Stored data entries:
--

"""Pure water against temperature: its density, viscosity and Debye-Hueckel parameters."""

from __future__ import annotations

import tomllib
from bisect import bisect_right
from functools import lru_cache
from pathlib import Path

ZERO_CELSIUS = 273.15  # K
PER_ANGSTROM = 1e10  # 1/m

# Kell (1975), J. Chem. Eng. Data 20, 97-105: kg/m3 at 1 atm against degC; from memory
_KELL = (999.83952, 16.945176, -7.9870401e-3, -46.170461e-6, 105.56302e-9, -280.54253e-12)
_KELL_BELOW = 16.879850e-3

# Huber, Perkins, Laesecke, Friend, Sengers, Assael, Metaxa, Vogel, Mares & Miyagawa (2009), J. Phys. Chem.
# Ref. Data 38, 101-125, for 1 bar: factors in uPa s and powers of T / 300 K; from memory
_HUBER = ((280.68, -1.9), (511.45, -7.7), (61.131, -19.6), (0.45903, -40.0))


def density(temperature_k: float) -> float:
    """Density of pure water at 1 atm, in kg/m3.

    temperature_k  K, from 273.15 to 423.15
    Raises   ValueError outside of that
    Source   Kell (1975), J. Chem. Eng. Data 20, 97-105, from memory; its error there is below 0.02 kg/m3

    >>> round(density(293.15), 1)
    998.2
    """
    t = _celsius(temperature_k, 0.0, 150.0)
    above = 0.0
    for coefficient in reversed(_KELL):
        above = above * t + coefficient
    return above / (1.0 + _KELL_BELOW * t)


def viscosity(temperature_k: float) -> float:
    """Viscosity of pure water at 1 bar, in Pa s (equations.md, 85).

    temperature_k  K, from 273.15 to 373.15
    Raises   ValueError outside of that
    Source   Huber et al. (2009), J. Phys. Chem. Ref. Data 38, 101-125: the short form of the IAPWS
             formulation of 2008, from memory; its error there is below 1 %

    >>> round(1e3 * viscosity(293.15), 4)
    1.0016
    """
    _celsius(temperature_k, 0.0, 100.0)
    share = temperature_k / 300.0
    return 1e-6 * sum(factor * share**power for factor, power in _HUBER)


def fluidity_ratio(temperature_k: float, reference: float) -> float:
    """Weight over viscosity of water, as a multiple of that at a reference (equations.md, 85).

    temperature_k, reference  K, from 273.15 to 373.15
    Returns  what a bed's hydraulic conductivity is multiplied by

    >>> round(fluidity_ratio(275.15, 295.15), 3)
    0.572
    """
    thinner = viscosity(reference) / viscosity(temperature_k)
    return density(temperature_k) / density(reference) * thinner if temperature_k != reference else 1.0


def diffusion_ratio(temperature_k: float, reference: float) -> float:
    """How fast solutes diffuse in water, as a multiple of that at a reference (equations.md, 85).

    temperature_k, reference  K, from 273.15 to 373.15
    Valid    for ions within about 12 % over 25 K; the law is that of large round particles
    Source   Einstein (1905), Ann. Phys. 322, 549-560, with Stokes's law of drag; from memory

    >>> round(diffusion_ratio(275.15, 295.15), 3)
    0.532
    """
    return temperature_k / reference * viscosity(reference) / viscosity(temperature_k)


def debye_huckel(temperature_k: float) -> tuple[float, float]:
    """Parameters A and B of the Debye-Hueckel law for log10 of an activity coefficient.

    temperature_k  K, from 273.15 to 333.15
    Returns  A in (kg/mol)^0.5 and B in (kg/mol)^0.5 per m, by cubic pieces through the tabulated values
    Raises   ValueError outside of that
    Source   constants/debye_huckel.toml; the table is rounded to 5e-5 in A and 5e5 in B

    >>> debye_huckel(298.15)
    (0.5085, 3281000000.0)
    """
    table = _table()
    t = _celsius(temperature_k, table["temperature"][0], table["temperature"][-1])
    a, b = (_cubic(table["temperature"], table[name], t) for name in ("A", "B"))
    return a, b * PER_ANGSTROM


@lru_cache(maxsize=1)
def _table() -> dict[str, list[float]]:
    return tomllib.loads((Path(__file__).parent / "debye_huckel.toml").read_text(encoding="utf-8"))


def _celsius(temperature_k: float, low: float, high: float) -> float:
    t = temperature_k - ZERO_CELSIUS
    if not low - 1e-9 <= t <= high + 1e-9:
        raise ValueError(f"{t:.6g} degC is outside the {low:g} to {high:g} degC that water is known for here")
    return t


def _cubic(x: list[float], y: list[float], at: float) -> float:
    """Cubic Hermite interpolation, each slope that of the parabola through a node and its neighbours."""
    i = min(max(bisect_right(x, at) - 1, 0), len(x) - 2)
    width = x[i + 1] - x[i]
    s = (at - x[i]) / width
    left, right = _slope(x, y, i), _slope(x, y, i + 1)
    return (
        (1.0 + 2.0 * s) * (1.0 - s) ** 2 * y[i]
        + s * (1.0 - s) ** 2 * width * left
        + s * s * (3.0 - 2.0 * s) * y[i + 1]
        - s * s * (1.0 - s) * width * right
    )


def _slope(x: list[float], y: list[float], i: int) -> float:
    """Slope at node i of the parabola through it and two neighbours (at an end: the two next nodes)."""
    middle = min(max(i, 1), len(x) - 2)
    before = (y[middle] - y[middle - 1]) / (x[middle] - x[middle - 1])
    after = (y[middle + 1] - y[middle]) / (x[middle + 1] - x[middle])
    curvature = (after - before) / (x[middle + 1] - x[middle - 1])
    return before + curvature * (2.0 * x[i] - x[middle - 1] - x[middle])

--

A line qualifies when it holds the word "against"; report all qualifying lines from the records above.

* **FINAL ANSWER**
"""Pure water against temperature: its density, viscosity and Debye-Hueckel parameters."""
# Kell (1975), J. Chem. Eng. Data 20, 97-105: kg/m3 at 1 atm against degC; from memory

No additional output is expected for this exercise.